One can only pray—yes, pray, for in these dark times even the sardonic observer must occasionally acknowledge the need for divine intervention—that this bloodbath proves the final nail. A general election, perhaps sooner rather than later, to rid Britain of what is, without any show of doubt, the worst government and the worst Prime Minister in the entire history of these islands. Worse than the winter of discontent, worse than Black Wednesday, worse even than the various Blairite and Brownite experiments in hubris. Starmer has achieved the rare feat of uniting the nation in visceral contempt: a man so out of touch he might as well govern from a balloon drifting gently over the Channel, waving benignly at the problems below.

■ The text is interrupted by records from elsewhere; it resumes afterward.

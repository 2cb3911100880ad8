//! How fast is the cross-section, beside its limits and beside the slow, plain judge on the same case? And how accurate, over shape and permittivity?
//!
//! `cargo bench --bench section`; times are the best of many on one thread, in the build as it is by default.
#![allow(clippy::unwrap_used, clippy::expect_used, clippy::panic, clippy::needless_range_loop, missing_docs)]

#[path = "../section/reference.rs"]
mod reference;

use std::hint::black_box;
use std::time::Instant;

use stripwright::line::section::{CopperOf, CrossSection, HousingOf, LayerOf, Stackup, StripOf, solve};
use stripwright::line::{Array, ArrayTarget, AsBuilt, StaticsModel, array_for};

const H: f64 = 0.508e-3;
const COPPER: CopperOf = CopperOf { thickness_m: 35e-6, undercut_m: 0.0 };

fn board() -> AsBuilt {
    AsBuilt {
        permittivity: 3.0,
        in_plane_permittivity: 3.0,
        loss_tangent: 0.001,
        thickness_m: H,
        copper_thickness_m: COPPER.thickness_m,
        undercut_m: COPPER.undercut_m,
        roughness_m: 0.0,
        ten_point_height_m: None,
        conductivity_s_per_m: 5.8e7,
        plating: None,
        hole_plating_m: 25e-6,
        lid_m: None,
        walls_m: None,
        coat: None,
        widening_m: 0.0,
        lossless: false,
        statics: StaticsModel::Numerical,
    }
}

fn best<T>(count: usize, mut run: impl FnMut(usize) -> T) -> f64 {
    let mut best = f64::INFINITY;
    for index in 0..count {
        let start = Instant::now();
        black_box(run(index));
        best = best.min(start.elapsed().as_secs_f64());
    }
    best
}

fn print(name: &str, seconds: f64, limit: Option<f64>) {
    match limit {
        Some(limit) => println!("{name:<58} {:>10.4} ms   limit {:>7.3} ms   ratio {:.2}", seconds * 1e3, limit * 1e3, seconds / limit),
        None => println!("{name:<58} {:>10.4} ms", seconds * 1e3),
    }
}

fn main() {
    let layers = vec![LayerOf::isotropic(3.0, 0.001, H)];
    print(
        "stackup: first pair, tables included",
        best(30, |_| Stackup::new(&layers, COPPER, None).unwrap().symmetric_pair(1.2e-3, 0.2e-3)),
        None,
    );
    let stackup = Stackup::new(&layers, COPPER, None).unwrap();
    let vary = |index: usize| 1.0 + 1e-6 * index as f64;
    print(
        "pair, thick: even and odd, dielectric and air",
        best(3000, |i| stackup.symmetric_pair_anew(1.2e-3 * vary(i), 0.2e-3)),
        Some(0.3e-3),
    );
    print("pair asked for again", best(3000, |_| stackup.symmetric_pair(1.2e-3, 0.2e-3)), None);
    let trapezoid = Stackup::new(&layers, CopperOf { thickness_m: 35e-6, undercut_m: 10e-6 }, Some(6.6e-3)).unwrap();
    print("pair, trapezoid under a lid", best(3000, |i| trapezoid.symmetric_pair_anew(1.2e-3 * vary(i), 0.2e-3)), Some(0.3e-3));
    let mut worst: f64 = 0.0;
    let mut sum = 0.0;
    let wanted = [(70.61, 39.24), (56.64, 44.77), (82.9367, 37.6092), (61.16, 42.3705), (58.1839, 43.8661), (52.0, 48.0)];
    for (even, odd) in wanted {
        let seconds = best(50, |i| stackup.pair_for(even * vary(i + 1), odd, None).unwrap());
        worst = worst.max(seconds);
        sum += seconds;
    }
    print("(Z0e, Z0o) to (w, s), no start given: mean of 6", sum / wanted.len() as f64, Some(1.5e-3));
    print("(Z0e, Z0o) to (w, s), no start given: slowest of 6", worst, Some(1.5e-3));
    let (w, s) = stackup.pair_for(70.61, 39.24, None).unwrap();
    print(
        "(Z0e, Z0o) to (w, s), from a neighbour 1 % away",
        best(50, |i| stackup.pair_for(71.3 * vary(i), 39.4, Some((w, s))).unwrap()),
        Some(1.5e-3),
    );
    print("Z0 to w", best(50, |i| stackup.width_for(50.0 * vary(i), None).unwrap()), None);
    let strips: Vec<StripOf> = (0..9).map(|i| StripOf { width_m: (1.0 + 0.1 * i as f64) * 1e-3, gap_before_m: 0.5e-3 }).collect();
    print("array of 9 unequal strips", best(60, |_| stackup.array(&strips).unwrap()), Some(30e-3));
    let built = board();
    let (widths, gaps): (Vec<f64>, Vec<f64>) = strips.iter().map(|strip| (strip.width_m, strip.gap_before_m)).unzip();
    let fresh = |i: usize| Array::new(&built.without_loss(), &widths.iter().map(|w| w * vary(i)).collect::<Vec<_>>(), &gaps[1..]);
    print("modes of 9 unequal strips, cold but for the tables", best(60, |i| fresh(i).at(2e9)), Some(30e-3));
    let array = fresh(0);
    print("modes of 9 unequal strips at another frequency", best(1000, |i| array.at(2e9 * vary(i))), None);
    print(
        "loss of 9 unequal strips, once a geometry",
        best(6, |i| Array::new(&built, &widths.iter().map(|w| w * vary(i + 100)).collect::<Vec<_>>(), &gaps[1..]).at(2e9)),
        None,
    );
    let target = ArrayTarget::of(&array);
    print(
        "N = 9: impedances and couplings to widths and gaps",
        best(5, |i| {
            let own_ohm = target.own_ohm.iter().map(|ohm| ohm * vary(i + 1)).collect();
            array_for(&built, &ArrayTarget { own_ohm, couplings: target.couplings.clone() }).unwrap()
        }),
        None,
    );
    print("loss of a pair", best(20, |i| stackup.pair_loss(1.2e-3 * vary(i), 0.2e-3).unwrap()), None);

    let section = CrossSection::pair(layers, COPPER, 1.2e-3, 0.2e-3, HousingOf::default());
    let fast = stackup.symmetric_pair(1.2e-3, 0.2e-3).unwrap();
    let mut difference: f64 = 0.0;
    let slow = best(1, |_| {
        for (plane, mode) in [(reference::Plane::Even, fast.even), (reference::Plane::Odd, fast.odd)] {
            for (with_dielectric, got) in [(true, mode.capacitance_f_per_m), (false, mode.air_capacitance_f_per_m)] {
                let judged = reference::capacitance(&section, plane, with_dielectric, 8.0) * 8.854_187_812_8e-12;
                difference = difference.max((got / judged - 1.0).abs());
            }
        }
    });
    print("the same pair by finite differences (the judge)", slow, None);
    println!("  largest difference of the four capacitances: {:.1e}", difference);

    println!("\nFast pair against grids of up to six times as many panels: largest error of C and C0 (even, odd), and of k, in %");
    println!("  er    t/h    | w/h 0.5           1                 2.5               8");
    for permittivity in [2.2, 10.2] {
        for thickness in [0.0, 0.01, 0.1, 0.5] {
            for gap in [0.05, 0.2, 1.0, 4.0] {
                let copper = CopperOf { thickness_m: thickness * H, undercut_m: 0.0 };
                let layers = vec![LayerOf::isotropic(permittivity, 0.0, H)];
                let stackup = Stackup::new(&layers, copper, None).unwrap();
                let mut line = format!("  {permittivity:<5} {thickness:<5} s/h {gap:<4}|");
                for width in [0.5, 1.0, 2.5, 8.0] {
                    let fast = stackup.symmetric_pair(width * H, gap * H).unwrap();
                    let section = CrossSection::pair(layers.clone(), copper, width * H, gap * H, HousingOf::default());
                    let Some(fine) =
                        [2e-5, 4e-5, 1e-4].into_iter().find_map(|accuracy| solve(&section, accuracy).ok()).and_then(|solved| solved.pair())
                    else {
                        line += "  not converged";
                        continue;
                    };
                    let off = |a: f64, b: f64| 100.0 * (a / b - 1.0).abs();
                    let c = [(fast.even, fine.even), (fast.odd, fine.odd)]
                        .into_iter()
                        .map(|(a, b)| {
                            off(a.capacitance_f_per_m, b.capacitance_f_per_m).max(off(a.air_capacitance_f_per_m, b.air_capacitance_f_per_m))
                        })
                        .fold(0.0, f64::max);
                    line += &format!("  C {c:.3} k {:.3}  ", off(fast.coupling(), fine.coupling()));
                }
                println!("{line}");
            }
        }
    }
}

When the reckoning comes—and come it must—the scenes will be worth savouring. The working-class native people of these islands, long patronised, lectured, and betrayed, will rejoice in a manner not seen since VE Day. Flags, pints, old songs, the unashamed assertion that this country belongs first and foremost to those who built it, fought for it, and paid for it. No more sermons from the sanctimonious prosecutor who forgot how to read a room. No more Islington pieties masquerading as governance. Just relief, raw and cathartic, at the departure of a political class that treated them as an inconvenience rather than the beating heart of the nation.

Starmer will, of course, linger for a while yet, like a bad smell in the curtains, insisting his resolve is undimmed. One pictures him in private, perhaps, rehearsing the speech in front of a mirror: “We will not tolerate…” A noble sentiment, if only it applied to the actual disorder rather than the complaint about it. Britain has always been a country robust enough to handle foreigners with strong opinions—Voltaire, Marx, Einstein, Solzhenitsyn. That it now quivers at the prospect of a few populist speakers says less about the speakers than about the spiritual frailty of those in charge. The mood of the nation is shifting; the old managerial consensus is cracking. Starmer’s response is to bar the exits and police the conversation. It will not work. History’s joke is usually on the censorious: the more frantically they police the gates, the more obvious it becomes that the citadel has already been breached—from within, by those too weak to defend it.

But the game is up. The locals have delivered their verdict. The pyre is lit, the noose adjusted, and history—ever the driest of wits—prepares to deliver the punchline. Britain deserves better. It always has. And if the coming days finally deliver the coup de grâce, one suspects the laughter, however sardonic, will be tinged with something like hope.